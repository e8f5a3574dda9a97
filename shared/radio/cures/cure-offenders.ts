/**
 * The stations that come through on the IF, as a trap meets them.
 *
 * Source: own rule; fields and rejections as in `assess`.
 *
 * @module radio/cures/cure-offenders
 */
import type { JudgedSetUp, SetUp, WantedChannel } from './cure-bench.ts';
import type { Offender } from './cure-trap.ts';
import { FrontEnd } from '../circuits/front-end.ts';
import { tuningOf } from '../tracking/tuning.ts';

/** The loudest are enough: a weaker one is never the worst. */
const MOST = 30;

/**
 * Stations within reach of the IF with their breakthrough in the worst period, while the lowest
 * wanted channel is tuned and no trap is there: `E + H_0 - A + W`.
 *
 * @param setUp The receiver and its IF.
 * @param judged The set-up, judged.
 * @param channel The lowest wanted channel, of the band on which breakthrough is worst.
 * @param reachHz Half the width over which a station on the IF is heard, hertz.
 * @returns The loudest, loudest first; none where no breakthrough is heard.
 */
export function offendersOf(
  { receiver, ifHz }: SetUp,
  { breakthrough, scans }: JudgedSetUp,
  channel: WantedChannel,
  reachHz: number,
): Offender[] {
  const band = receiver.bands[channel.band];
  if (breakthrough === null || band === undefined) return [];
  const { row, scan } = breakthrough;
  const frontEnd = new FrontEnd({ ...receiver, trap: null }, band);
  const tunedHz = tuningOf(band, receiver.ifHz, ifHz).tuning?.(channel.dialHz) ?? channel.dialHz;
  return [...strongestFields(scans, ifHz, reachHz)]
    .map(([hz, fieldDb]): Offender => {
      const heardDb = fieldDb + scan.dial.weightingDb(row, Math.abs(hz - ifHz));
      const rejectionDb = frontEnd.rejectionDb(hz, channel.dialHz, tunedHz);
      return {
        hz,
        levelDb: heardDb + receiver.ifFeedthroughDb - rejectionDb,
        leastDb: heardDb - (receiver.strayDb?.if ?? Infinity),
      };
    })
    .sort((a, b) => b.levelDb - a.levelDb)
    .slice(0, MOST);
}

/** Field on each frequency near the IF, in the period in which it is stronger. */
function strongestFields(
  scans: JudgedSetUp['scans'],
  ifHz: number,
  reachHz: number,
): Map<number, number> {
  const fields = new Map<number, number>();
  for (const spectrum of new Set(scans.map(({ dial }) => dial.spectrum))) {
    for (let group = spectrum.firstFrom(ifHz - reachHz); group < spectrum.hz.length; group++) {
      const hz = spectrum.hz[group] ?? NaN;
      if (hz > ifHz + reachHz) break;
      const fieldDb = 10 * Math.log10(spectrum.powerOf(group));
      fields.set(hz, Math.max(fieldDb, fields.get(hz) ?? -Infinity));
    }
  }
  return fields;
}
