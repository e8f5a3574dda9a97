import { panelOf, panelsOf } from './panels';

describe('the panels of a set-up', () => {
  it.each([
    ['bands.2.circuits.0.qLow', 'circuits'],
    ['selectivity.b60Hz', 'selectivity'],
    ['strayDb.if', 'mixer'],
    ['trap.q', 'trap'],
    ['aerial.resonanceHz', 'aerial'],
    ['secondConversion.ifHz', 'second'],
    ['bands.1.tuningToleranceHz', 'bands'],
    ['bands.0.tracking.points.2', 'tracking'],
    ['selectivity.points.3.offsetHz', 'selectivity'],
    ['bands.2.lowHz', undefined],
    ['name', undefined],
  ])('hide %s in %s', (path, panel) => {
    expect(panelOf(path)).toBe(panel);
  });

  it('that hide something wrong are named', () => {
    const issues = ['ifHz', 'bfo.rangeHz', 'fixedFilter.widthHz'].map((path) => ({
      path,
      message: '',
    }));

    expect(panelsOf(issues)).toEqual(['bfo', 'filter']);
  });
});
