/**
 * Where to move the IF.
 *
 * Source: own rule, as in `judgeCandidates`.
 *
 * @module radio/cures/cure-move
 */
import { judgedSettings } from '../assessment/judged-settings.ts';
import type { Listening } from '../assessment/listening.ts';
import { compareCandidates, type Orderable } from '../candidates/candidate-order.ts';
import { listeningsOf } from '../candidates/candidates.ts';
import { harmonicsOnChannels } from '../candidates/harmonics-on-channels.ts';
import { outOfReach } from '../candidates/if-reach.ts';
import { ifSelectivity } from '../circuits/selectivity.ts';
import type { Receiver } from '../receiver.ts';
import type { CuresInput } from './cure-bench.ts';

const MOST_CANDIDATES = 120;
const FEWEST_JUDGED = 6;
/** Dial settings judged for all candidates together: what bounds the time it takes. */
const BUDGET = 15_000_000;
/** Finer than an IF is aligned, hertz. */
const FINEST_STEP_HZ = 100;

/**
 * The best reachable IF, in the order of candidates. On lists far denser than a raster not all of
 * them are judged: half of those that are have the least breakthrough, half lie evenly over the range.
 *
 * @param input Receiver, site and stations.
 * @returns Hertz; null where none within reach has a smaller deficit than the present IF.
 *
 * @example
 *   betterIf({ receiver, ...judged, periods: ['night'], ...orders }); // 572600, clear of 550 and 560 kHz
 */
export function betterIf(input: CuresInput): number | null {
  const { receiver, periods, raster } = input;
  const selectivity = ifSelectivity(receiver.selectivity, receiver.ifHz);
  const at = periods.flatMap((period) =>
    listeningsOf({ ...input, cases: [input] }, period, selectivity),
  );
  const judge = (ifHz: number): Orderable => ({
    ifHz,
    reachable: { ok: true },
    deficitDb: Math.max(0, ...at.map((listening) => listening.judge(ifHz).deficitDb)),
    harmonics: harmonicsOnChannels(ifHz, receiver.bands, raster),
  });
  const [best] = promising(reachable(receiver), mostJudged(input), at)
    .map(judge)
    .sort((one, other) => compareCandidates(one, other, receiver.ifHz));
  const pays = best !== undefined && best.deficitDb < judge(receiver.ifHz).deficitDb;
  return pays ? best.ifHz : null;
}

function mostJudged(input: CuresInput): number {
  const listed = new Set(input.stations.map(({ frequencyHz }) => frequencyHz));
  const frequencies = [...listed].sort((a, b) => a - b);
  const each = judgedSettings(input.receiver, frequencies, input) * input.periods.length;
  return Math.max(FEWEST_JUDGED, Math.floor(BUDGET / Math.max(1, each)));
}

/** All of them where there are few enough. */
function promising(all: readonly number[], most: number, at: readonly Listening[]): number[] {
  if (all.length <= most) return [...all];
  const quiet = all
    .map((ifHz) => ({ ifHz, leastDb: Math.min(...at.map((each) => each.breakthroughDb(ifHz))) }))
    .sort((one, other) => (one.leastDb === other.leastDb ? 0 : other.leastDb - one.leastDb))
    .slice(0, most / 2)
    .map(({ ifHz }) => ifHz);
  const step = all.length / Math.ceil(most / 2);
  const spread = all.filter(
    (_, index) => Math.floor((index + 1) / step) > Math.floor(index / step),
  );
  return [...new Set([...quiet, ...spread])];
}

/** The candidates within reach, evenly spaced from the present IF. */
function reachable(receiver: Receiver): number[] {
  const range = reachableRange(receiver, MOST_CANDIDATES);
  if (range === null) return [];
  const { fromHz, toHz, stepHz } = range;
  const count = Math.floor((toHz - fromHz) / stepHz) + 1;
  return Array.from({ length: count }, (_, index) => fromHz + index * stepHz).filter(
    (ifHz) => outOfReach(receiver, ifHz) === null,
  );
}

/** What cores, a fixed filter and the beat oscillator allow, in steps from the present IF. */
function reachableRange(
  receiver: Receiver,
  candidates: number,
): { readonly fromHz: number; readonly toHz: number; readonly stepHz: number } | null {
  const { ifHz, ifRange, bfo, fixedFilter } = receiver;
  const eitherSideHz = Math.min(ifRange * ifHz, bfo?.rangeHz ?? Infinity);
  const { centreHz = ifHz, widthHz = Infinity } = fixedFilter ?? {};
  const lowHz = Math.max(ifHz - eitherSideHz, centreHz - widthHz / 2);
  const highHz = Math.min(ifHz + eitherSideHz, centreHz + widthHz / 2);
  const share = (highHz - lowHz) / candidates;
  const stepHz = Math.max(1, Math.ceil(share / FINEST_STEP_HZ)) * FINEST_STEP_HZ;
  const fromHz = ifHz - Math.floor((ifHz - lowHz) / stepHz) * stepHz;
  const toHz = ifHz + Math.floor((highHz - ifHz) / stepHz) * stepHz;
  return toHz >= fromHz ? { fromHz, toHz, stepHz } : null;
}
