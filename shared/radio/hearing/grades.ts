/**
 * Grades of interference: the five words of ITU-R BS.1284, and one for what cannot be heard.
 *
 * Source: words of ITU-R BS.1284, from memory, not re-read; thresholds of ITU-R BS.560-4 and 47 CFR
 * 73.37.
 *
 * @module radio/hearing/grades
 */
import type { Service } from '../receiver.ts';

/** How a listener would call the interference; `hidden`: under the noise or under the band. */
export type Grade =
  'imperceptible' | 'perceptible' | 'slightly-annoying' | 'annoying' | 'very-annoying' | 'hidden';

/** The grades from the best to the worst. */
export const GRADES: readonly Grade[] = [
  'hidden',
  'imperceptible',
  'perceptible',
  'slightly-annoying',
  'annoying',
  'very-annoying',
];

const AUDIBLE = GRADES.slice(1);

/**
 * Lowest ratio (broadcast) or margin (other services) of each grade, decibels.
 *
 * Broadcast: ITU-R BS.560-4 (40, excellent), GE75 (30), Rio 1981 and 47 CFR 73.37 (26), the
 * minimum of HF planning (17). The match of word to figure is ours.
 */
const LOWEST_DB = {
  ratio: [40, 30, 26, 17, -Infinity],
  margin: [14, 4, 0, -9, -Infinity],
} as const;

/**
 * Grades a ratio of wanted to interfering level.
 *
 * Broadcast is graded by the ratio itself, other services by the margin over their protection
 * ratio. A limit belongs to the better grade.
 *
 * @param service Service of the band.
 * @param ratioDb Wanted over weighted interference, decibels.
 * @param protectionDb Protection ratio of the service, decibels.
 * @returns The grade, never `hidden`.
 * @throws {RangeError} If the ratio is not a number.
 *
 * @example
 *   grade('broadcast', 28, 30); // 'slightly-annoying'
 */
export function grade(service: Service, ratioDb: number, protectionDb: number): Grade {
  if (Number.isNaN(ratioDb)) throw new RangeError('ratioDb must be a number, got NaN');
  const broadcast = service === 'broadcast';
  const figure = broadcast ? ratioDb : ratioDb - protectionDb;
  const limits = broadcast ? LOWEST_DB.ratio : LOWEST_DB.margin;
  return AUDIBLE[limits.findIndex((limit) => figure >= limit)] ?? 'very-annoying';
}

/**
 * Ratio below which interference is at least as bad as a grade.
 *
 * @param service Service of the band.
 * @param worst The mildest grade still wanted.
 * @param protectionDb Protection ratio of the service, decibels.
 * @returns The limit, decibels; Infinity for `imperceptible` and `hidden`.
 *
 * @example
 *   ratioBelow('broadcast', 'slightly-annoying', 30); // 30
 */
export function ratioBelow(service: Service, worst: Grade, protectionDb: number): number {
  const place = AUDIBLE.indexOf(worst);
  if (place <= 0) return Infinity;
  return service === 'broadcast'
    ? (LOWEST_DB.ratio[place - 1] ?? Infinity)
    : (LOWEST_DB.margin[place - 1] ?? Infinity) + protectionDb;
}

* _WHAT IS REQUIRED_
Write out the lines of the entries, word for word, from the first through the one containing "const band = receiver.bands[channel.band];", and stop at that line.

* _OUTPUT BELOW_
repository e8f5a3574dda9a97
filename shared/radio/cures/cure-offenders.ts
/**
 * The stations that come through on the IF, as a trap meets them.
 *
 * Source: own rule; fields and rejections as in `assess`.
 *
 * @module radio/cures/cure-offenders
 */
import type { JudgedSetUp, SetUp, WantedChannel } from './cure-bench.ts';
import type { Offender } from './cure-trap.ts';
import { FrontEnd } from '../circuits/front-end.ts';
import { tuningOf } from '../tracking/tuning.ts';

/** The loudest are enough: a weaker one is never the worst. */
const MOST = 30;

/**
 * Stations within reach of the IF with their breakthrough in the worst period, while the lowest
 * wanted channel is tuned and no trap is there: `E + H_0 - A + W`.
 *
 * @param setUp The receiver and its IF.
 * @param judged The set-up, judged.
 * @param channel The lowest wanted channel, of the band on which breakthrough is worst.
 * @param reachHz Half the width over which a station on the IF is heard, hertz.
 * @returns The loudest, loudest first; none where no breakthrough is heard.
 */
export function offendersOf(
  { receiver, ifHz }: SetUp,
  { breakthrough, scans }: JudgedSetUp,
  channel: WantedChannel,
  reachHz: number,
): Offender[] {
  const band = receiver.bands[channel.band];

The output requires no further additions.